Introduction: The ongoing spread of pandemic coronavirus disease (COVID-19) caused by Severe Acute Respiratory Syndrome coronavirus 2 (SARS-CoV-2) is of growing concern. Rapid diagnosis and management of SARS-CoV-2 is crucial for controlling the outbreak in the community. Here we report the development of a first rapid-colorimetric assay capable of detecting SARS-CoV-2 in the human nasopharyngeal RNA sample in less than 30 minutes. Method: We utilized a nanomaterial-based optical sensing platform to detect RNA-dependent RNA polymerase (RdRp) gene of SARS-CoV-2, where the formation of oligo probe-target hybrid led to salt-induced aggregation and change in gold-colloid color from pink to blue visibility range.

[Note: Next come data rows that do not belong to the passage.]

/** Rows for the orders of candidate bands when no band could be chosen: measured only, not evaluated. */
function unchosenRows(candidates: Band[], reason: string, env: ChannelEnv): { rows: ComplianceRow[]; aggregates: ComplianceAggregate[] } {
  const byOrder = new Map<number, OrderRow>();
  for (const band of candidates) for (const row of band.orderRows) for (const h of expandOrders(row)) if (!byOrder.has(h)) byOrder.set(h, row);
  const rows = [...byOrder.entries()]
    .sort(([a], [b]) => a - b)
    .map(([h, row]): ComplianceRow => {
      const notMeasured = missingHarmonic(h, env);
      const measured = notMeasured ? null : toBasis((env.harmonics.get(h) as HarmonicValue).rms as number, row.basis, env);
      return {
        order: h,
        measured: measured?.ok ? measured.value : null,
        limit: null,
        unit: unitOf(row.basis),
        basis: row.basis,
        percentOfLimit: null,
        margin: null,
        verdict: "not-evaluated",
        reason: notMeasured ?? reason,
      };
    });
  const byName = new Map<string, AggregateRow>();
  for (const band of candidates) for (const aggregate of band.aggregates) if (!byName.has(aggregate.name)) byName.set(aggregate.name, aggregate);
  const aggregates = [...byName.values()].map((aggregate): ComplianceAggregate => {
    const { total, unavailable } = sumOrders(aggregate, (h) => (missingHarmonic(h, env) ? null : ((env.harmonics.get(h) as HarmonicValue).rms as number)));
    const measured = unavailable.length === 0 ? toBasis(total, aggregate.basis, env) : null;
    return {
      name: aggregate.name,
      measured: measured?.ok ? measured.value : null,
      limit: null,
      unit: unitOf(aggregate.basis),
      basis: aggregate.basis,
      percentOfLimit: null,
      margin: null,
      verdict: "not-evaluated",
      role: aggregate.role,
      reason,
    };
  });
  return { rows, aggregates };
}

const VERDICT_RANK: Record<OverallVerdict, number> = { pass: 0, incomplete: 1, fail: 2 };

function worstPercent(rows: ComplianceRow[], aggregates: ComplianceAggregate[]): number {
  const values = [...rows.map((row) => row.percentOfLimit), ...aggregates.map((aggregate) => aggregate.percentOfLimit)];
  return Math.max(-Infinity, ...values.filter((value): value is number => value !== null));
}

function channelEnv(analysis: AnalysisResult, channel: ChannelResult, content: LimitSetRevisionContent, context: EvaluationContext): ChannelEnv {
  const harmonics = new Map(channel.harmonics.map((harmonic) => [harmonic.order, harmonic]));
  const notes: string[] = [];
  const usesBasis = (basis: Basis): boolean =>
    content.bands.some((band) => band.orderRows.some((row) => row.basis === basis) || band.aggregates.some((aggregate) => aggregate.basis === basis));
  const usesLambda = content.bands.some((band) => band.orderRows.some((row) => row.formula?.includes("lambda")));

  let irefA = context.irefA;
  if (irefA === undefined && usesBasis("%Iref") && channel.rms > 0) {
    // IEC 61000-3-12: Iref is the measured average r.m.s. input current unless a value is declared.
    irefA = channel.rms;
    notes.push(`Iref = measured r.m.s. current ${fmt(channel.rms)} A (no irefA given; IEC 61000-3-12 Ed 2.0 definition of Iref)`);
  }
  let lambda = context.lambda;
  if (lambda === undefined && usesLambda) {
    const phase = analysis.power.phases.find((candidate) => candidate.current === channel.name);
    if (phase) {
      // IEC 61000-3-2: λ is the measured circuit power factor P / (U·I) (from memory).
      lambda = phase.truePowerFactor;
      notes.push(`λ = measured true power factor ${fmt(phase.truePowerFactor)} of ${phase.voltage} × ${phase.current} (no lambda given)`);
    }
  }
  const orders = channel.harmonics.map((harmonic) => harmonic.order);
  return {
    channel,
    harmonics,
    analysedUpTo: orders.length > 0 ? Math.max(...orders) : 0,
    maxResolvableOrder: analysis.maxResolvableOrder,
    content,
    context,
    lambda,
    irefA,
    notes,
  };
}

Accordingly, we found a change in colloid color from pink to blue in assay containing nasopharyngeal RNA sample from the subject with clinically diagnosed COVID-19. The colloid retained pink color when the test includes samples from COVID-19 negative subjects or human papillomavirus (HPV) infected women. Results: The results were validated using nasopharangeal RNA samples from positive COVID-19 subjects (n=136). Using RT-PCR as gold standard, the assay was found to have 85.29% sensitivity and 94.12% specificity. The optimized method has detection limit as little as 0.5 ng of SARS-CoV-2 RNA. Discussion/Conclusion: We found that the developed assay rapidly detects SARS-CoV-2 RNA in clinical samples in a cost-effective manner and would be useful in pandemic management by facilitating mass screening.